From the macro to the micro: the wife just shared a tweet from Julian Castro: Every day, people are forced to choose between going to school or work, or staying home because they can’t afford the menstrual products they need. Pads, tampons and cups should be available tax-free, across the nation. This is in honor of something called National Period Day. "People" is the operative word, because it is transphobic to suggest that only women get periods.

Infrarational religion. Now, how can you tell when you're a member of one? Well, I have a religion, and you are free to join it. In fact, religion, of all things, cannot be compelled without doing violence to its very nature, which revolves around a freely chosen conformity to the ultimate nature of things. Without the freedom, the conformity counts for nothing, because it is either outwardly compelled or inwardly mechanical.

Moreover, not only does false religion do away with freedom, it thereby denies love. And God, in case you haven't heard, is love and freedom, plus truth. Which is why -- because we are in the image and likeness -- we are the same.

But only if we choose to be. The image is the potential, the likeness the actuality, such that the latter allows us "to be on the surface what we are in depth," or to be in actuality what we are in potential. And that indeed is the purpose and measure of life, i.e., our proximity to God, AKA theosis.
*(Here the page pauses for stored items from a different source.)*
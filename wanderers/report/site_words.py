"""What can be seen of an event from a site, in lines: when and where to look, how well, what to mind."""

from __future__ import annotations

import datetime as dt
from typing import Any, Final

from wanderers.report.names import label
from wanderers.report.words import Event
from wanderers.site.hours import WEEKDAY_NAMES

ROUNDING: Final = dt.timedelta(seconds=30)
FIRST_MORNING_HOUR: Final = 3
"""Earlier is night. Common practice, no source."""
AIDS: Final = {
    "naked_eye": "with the naked eye",
    "binoculars": "with binoculars",
    "telescope": "with a telescope",
}


def has_view(event: Event) -> bool:
    """Return whether an event carries what a site sees of it."""
    return "verdict" in event


def is_watchable(event: Event) -> bool:
    """Return whether there is a moment at which to look."""
    return has_view(event) and event["best_local"] is not None and event["verdict"] != "not_visible"


def where_to_look(event: Event) -> list[str]:
    """Return when and where to look from the site of an event, and how well it shows; or why nothing does."""
    if not has_view(event):
        return []
    circumstances = [f"At {event['site']}: {event['circumstances']}."] if event.get("circumstances") else []
    if not is_watchable(event):
        return [f"Not to be seen from {event['site']}: {event['verdict_reason']}.", *circumstances]
    start, best, end = (local(event[f"{name}_local"]) for name in ("window_start", "best", "window_end"))
    height = f"{event['altitude_deg']:.0f} degrees high in the {event['compass']}"
    return [
        f"From {event['site']}, {AIDS[event['verdict']]}, {night_words(event['evening_date'], best)}: "
        f"{clock(start)} to {clock(end)} local time, best at {clock(best)}, {height}.",
        *([placed(event)] if event["seen_placement"] else []),
        f"{sentence(event['verdict_reason'])}.",
        *circumstances,
    ]


def placed(event: Event) -> str:
    """Return how two bodies stand to each other at the best moment, the horizon level."""
    apart, where = f"{event['seen_separation_deg']:.1f} degrees", event["seen_placement"]
    of = "" if where in ("above", "below") else "of "
    base = "the Moon" if event["body"] == "moon" else label(event["body"])
    return f"{label(event['other'])} is then {apart} {where} {of}{base}."


def night_words(evening_date: str, best: dt.datetime) -> str:
    """Return which evening, night or morning a moment belongs to."""
    if best.date().isoformat() == evening_date:
        return f"on the evening of {day_words(evening_date)}"
    if best.hour < FIRST_MORNING_HOUR:
        return f"in the night after {day_words(evening_date)}"
    return f"on the morning of {day_words(best.date().isoformat())}"


def local(text: str) -> dt.datetime:
    """Return a local instant to the nearest minute, with its offset."""
    return (dt.datetime.fromisoformat(text) + ROUNDING).replace(second=0, microsecond=0)


def clock(moment: dt.datetime) -> str:
    """Return a time of day."""
    return f"{moment:%H:%M}"


def night_of(start: dt.datetime, end: dt.datetime) -> str:
    """Return the date on which a window lies; one that goes past midnight is named by its night."""
    night = "" if start.date() == end.date() else "night after "
    return f"{night}{day_words(start.date().isoformat())}"


def day_words(date: str) -> str:
    """Return a date with its weekday."""
    day = dt.date.fromisoformat(date)
    return f"{WEEKDAY_NAMES[day.weekday()]} {day.isoformat()}"


def sentence(text: str) -> str:
    """Return a text that begins with a capital."""
    return text[:1].upper() + text[1:]


def window(event: Event) -> tuple[dt.datetime, dt.datetime]:
    """Return from when to when to watch, by the local clock, to the minute."""
    start, end = (local(event[name]) for name in ("window_start_local", "window_end_local"))
    return start, max(end, start + dt.timedelta(minutes=1))


def caution(event: Event) -> list[str]:
    """Return the caution that the site's own sunset and sunrise go into."""
    text: Any = event.get("caution")
    return [f"CAUTION: {text}."] if text else []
We'll close with a passage by Curry: for the Founders,

the possibility that common sense could be abandoned to the extent it is today would most likely have been beyond their imagining. [Men getting periods?] And no wonder, for a great deal of effort has gone into assailing it. Proponents of irrationalist doctrines [infrarational religions] that came in wave after wave beginning in the nineteenth century -- romanticism, Hegelianism, Marxism, progressivism, existentialism, postmodernism, and the like -- have been pounding away at common sense for a long time.

Yes and no, for I would suggest that the effort is timeless, in that it is just the endless repetition of Genesis 3. Or, in the words of Schuon, "Fallen man, that is to say average man, is as it were poisoned by the passional element, whether grossly or subtly," thereby leading to "an obscuring of the Intellect." Genesis 3 didn't just happen "once upon a time," but happens every time.